I miss her already. Dropped the 67 GTO off at Don's East Coast Restorations to get all the glass put in.....Don's also did all the trim polishing for me ...EXCELLENT workmanship.


----------



## Eric Animal (Oct 28, 2007)

Sorry I took so long to post....been in and out of a couple hospitals.....any way, here are some pics of the installed grey tinted windows and polished beltlines, driprails, ald front and back windshield moldings...The glass is now available clear, tinted factory green, or tinted grey (not an applied film). also while we were digging around in the doors, a Specialties Power Window set-up was added....


----------



## BearGFR (Aug 25, 2008)

Hospitals.... you ok podnuh????

Bear


----------



## Eric Animal (Oct 28, 2007)

Yeaaaaaah, nothing the Doc's couldn't fix.....tore stomach membrane. And had an epidural to stop back pain....nice pic! Eric PS Doc's gotta make some money too, so they can drive cool stuff also!


----------



## FlambeauHO (Nov 24, 2011)

Nice! Looking sharp


----------



## Eric Animal (Oct 28, 2007)

Thanks bro....great avatar by the way!


----------



## Rukee (Feb 8, 2007)

Looks amazing Eric! :cheers


----------



## Eric Animal (Oct 28, 2007)

Thanks John, we have another "work surge" planned for next week....trying to make the PERFORMANCE YEARS open house (6/15)! eric:cheers


----------



## likethat (Oct 5, 2007)

Looking good and the burl wood is tits!


----------



## Eric Animal (Oct 28, 2007)

thanks Everyone. I've been meaning to work on this thread a bit. Haven't had the time or energy lately....I'll get to it soon, with plenty o' pics.....Eric


----------



## Eric Animal (Oct 28, 2007)

I haven't posted on this thread in a while, so.....I now have a full interior in the car. I used a red interior from a 2006 GTO. The front seats require track modifications, then are basically a direct bolt-in. The rear seats are another story.....we seperated the upper and lower seat backs and bottoms from the 2006 "frame work". Then spaced the lowers in the 67 rear lower seat frame....then made black "filler" areas to fit the 67 rear seat configuration.
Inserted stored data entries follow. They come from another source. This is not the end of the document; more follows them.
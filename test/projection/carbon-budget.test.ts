/** carbonBudget on the bundled non-CO2 path: which budget the assumptions belong to, seed independence, refusals. */
import { describe, expect, it } from 'vitest';
import { calibrate } from '../../src/climate/calibrate.js';
import { calibratedMemberSource, calibratedSetInOrder } from '../../src/ensemble/calibrated-set.js';
import { ConfigError } from '../../src/errors.js';
import { readCalibratedSet } from '../../src/io/read-calibrated-set.js';
import { readPathway } from '../../src/io/load-pathway.js';
import { carbonBudget, chanceText, type CarbonBudgetOptions } from '../../src/projection/carbon-budget.js';
import { expectWithin } from '../asserts.js';

const params = calibrate();
const set = readCalibratedSet();
const nonCo2 = readPathway('budget-non-co2').pathway;
const inOrder = calibratedSetInOrder(set);
const base: CarbonBudgetOptions = { limits: [2], chances: [0.5], members: 24, seed: 1, params, source: inOrder, resampled: false };

describe('chanceText', () => {
  it('writes the chance as given, never rounded to a whole per cent', () => {
    expect(chanceText(0.5)).toBe('50 %');
    expect(chanceText(0.667)).toBe('66.7 %');
    expect(chanceText(0.999)).toBe('99.9 %');
    expect(chanceText(1 - 0.67)).toBe('33 %');
  });
});

describe('carbonBudget assumptions', () => {
  it('are read along the first possible budget asked for, with that budget\'s net-zero year', () => {
    // 1.1 K is below the warming to date (about 1.2 K, the record), so no member can keep under it.
    const r = carbonBudget(nonCo2, { ...base, limits: [1.1, 2], chances: [0.5, 0.83] });
    expect(r.rows[0].met).toBe(false);
    const ref = r.assumptions.reference!;
    const first = r.rows.find((x) => x.met)!;
    expect([ref.limitK, ref.chance]).toEqual([first.limitK, first.chance]);
    expect(ref.netZeroYear).toBe(first.netZeroYear);
    expect(r.notes.join('\n')).toContain(`along the pathway of the 2 K, 50 % budget`);
  });

  it('are left out, with a statement, when no budget asked for is possible', () => {
    const r = carbonBudget(nonCo2, { ...base, limits: [1.1] });
    expect(r.assumptions.reference).toBeUndefined();
    expect(r.notes.join('\n')).toMatch(/not given, as no budget asked for is possible/);
    expectWithin(r.assumptions.historicalWarmingK[0], 1.0, 1.4, 'warming to date still given (AR6 WG1 SPM A.1.2: 1.09 K in 2011-2020; from memory)');
  });

  it('with a shape that goes net negative after net zero, the zero-emissions commitment leaves the removals out', () => {
    // 40 Gt CO2 a year for 15 years, then removals of 40 Gt CO2 a year: counted, 50 years of them
    // (2000 Gt CO2) would cool by the order of TCRE x 2000 Gt = 0.9 K (AR6 WG1 SPM D.1.1, from memory),
    // less the ocean's and land's release of carbon as the air's CO2 falls.
    const shape = Float64Array.from({ length: 300 }, (_, i) => (i < 15 ? 40 : -40));
    const r = carbonBudget(nonCo2, { ...base, shape });
    const zec = r.assumptions.reference!.zeroEmissionsCommitmentK[0];
    // AR6 WG1 chapter 4.7.1.1: the zero-emissions commitment 50 years after net zero is likely -0.3 to +0.3 K (from memory).
    expectWithin(zec, -0.3, 0.3, 'median zero-emissions commitment, K');
    expect(r.notes.join('\n')).toMatch(/net-negative emissions, if any\) is left out of this figure/);
  });
});

describe('carbonBudget members', () => {
  it('the whole set in order gives the same budgets for every seed; a random draw does not', () => {
    const a = carbonBudget(nonCo2, { ...base, seed: 1 });
    const b = carbonBudget(nonCo2, { ...base, seed: 2 });
    expect(b.rows.map((x) => x.budgetGtco2)).toEqual(a.rows.map((x) => x.budgetGtco2));
    expect(a.notes.join('\n')).toMatch(/do not depend on the seed/);
    const drawn = { ...base, source: calibratedMemberSource(set), resampled: true };
    const c = carbonBudget(nonCo2, { ...drawn, seed: 1 });
    const d = carbonBudget(nonCo2, { ...drawn, seed: 2 });
    expect(d.rows[0].budgetGtco2).not.toBe(c.rows[0].budgetGtco2);
    expect(c.notes.join('\n')).toMatch(/random draw \(seed 1\), so each budget moves with the seed/);
    expect(c.spread[0].sdGtco2).toBeGreaterThan(0);
  });
});

describe('carbonBudget refusals', () => {
  it('refuses a --from that leaves fewer than 50 years of the non-CO2 path, saying what the path covers', () => {
    expect(() => carbonBudget(nonCo2, { ...base, fromYear: 2260 })).toThrow(ConfigError);
    expect(() => carbonBudget(nonCo2, { ...base, fromYear: 2500 })).toThrow(/covers 2025-2300.*at least 50 years after --from, to 2549: give --from 2251 or earlier/);
  });

  it('says when the non-CO2 path is held past its end', () => {
    const short = readPathway('swift-emissions').pathway;
    const r = carbonBudget(short, { ...base, members: 4 });
    expect(r.notes.join('\n')).toMatch(/ends in 2150: its 2150 values are held to 2275/);
  });
});

describe('carbonBudget progress', () => {
  it('reports each member as its search starts, ending at all of them (for the CLI progress bar)', () => {
    const seen: number[] = [];
    carbonBudget(nonCo2, { ...base, onProgress: (done, total) => {
      expect(total).toBe(24);
      seen.push(done);
    } });
    expect(Math.max(...seen)).toBe(24);
    expect(seen.every((d, i) => i === 0 || d >= seen[i - 1])).toBe(true);
  });
});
The UPPERS required more work...they are about 7 inches too tall, and too close together.SO...we removed the skins, cut 7 inches from the MIDDLE of the foams, and skins...re-seamed the skins...put them back on the foams, and installed them onto original 67 GTO seat back frames...properly spaced, and then, like the bottoms, "filled the remaining area with black filler, and added a early 60's Pontiac speaker grill, and a custom made lower "grill" for sub-woofer sound ducting (and it looks cool)..... RESULT: the rear seats install like original 67 seats, and aren't too tall anymore.......PICS BELOW


----------



## Eric Animal (Oct 28, 2007)

Gonna try to get back into this thread again soon......2 weeks or so.....thanks for all the "Views" and compliments!!!!!!!:cheersarty:


----------



## BearGFR (Aug 25, 2008)

Eric!!!! Good to see you, sir... :cheers

Bear


----------



## Eric Animal (Oct 28, 2007)

Thanks Bear!


----------



## Eric Animal (Oct 28, 2007)

So..where were we...I continued to trim the car out, adding new knobs, a slightly wild sound system, and a few other goodies....


----------



## Eric Animal (Oct 28, 2007)

A few more interior shots.... note the access panel in the trunk, between the 2 sub woofers....there are 2 1000 amp Marine batteries mounted within, also a wiring block for accessories one positive, and one negative (ground) DON"T FORGET---ground is just as important as the 'hot lead'!!!!!


----------



## BearGFR (Aug 25, 2008)

Welcome back, Eric! Sure is good to find your tracks again.

Bear


----------



## ALKYGTO (Mar 29, 2010)

X2, Glad your back E! Hope you've been enjoying that beautiful GTO. :seeya:


----------



## Rukee (Feb 8, 2007)

That GTO is so freakin awesome Eric!!


----------



## Eric Animal (Oct 28, 2007)

Thanks Gents!:grouphug:


----------



## SpeedSLC (May 24, 2015)

Amazing job on the restore. I commend you, so great to see something come back to life like that!


----------



## 1966tempest (Jul 14, 2015)

Eric Animal said:


> So...off to the shop for a strip down and chassis removal......" Holy crap"! A bit more rust than we originally thought.....replace the rotten panels, and re-enforce certain areas......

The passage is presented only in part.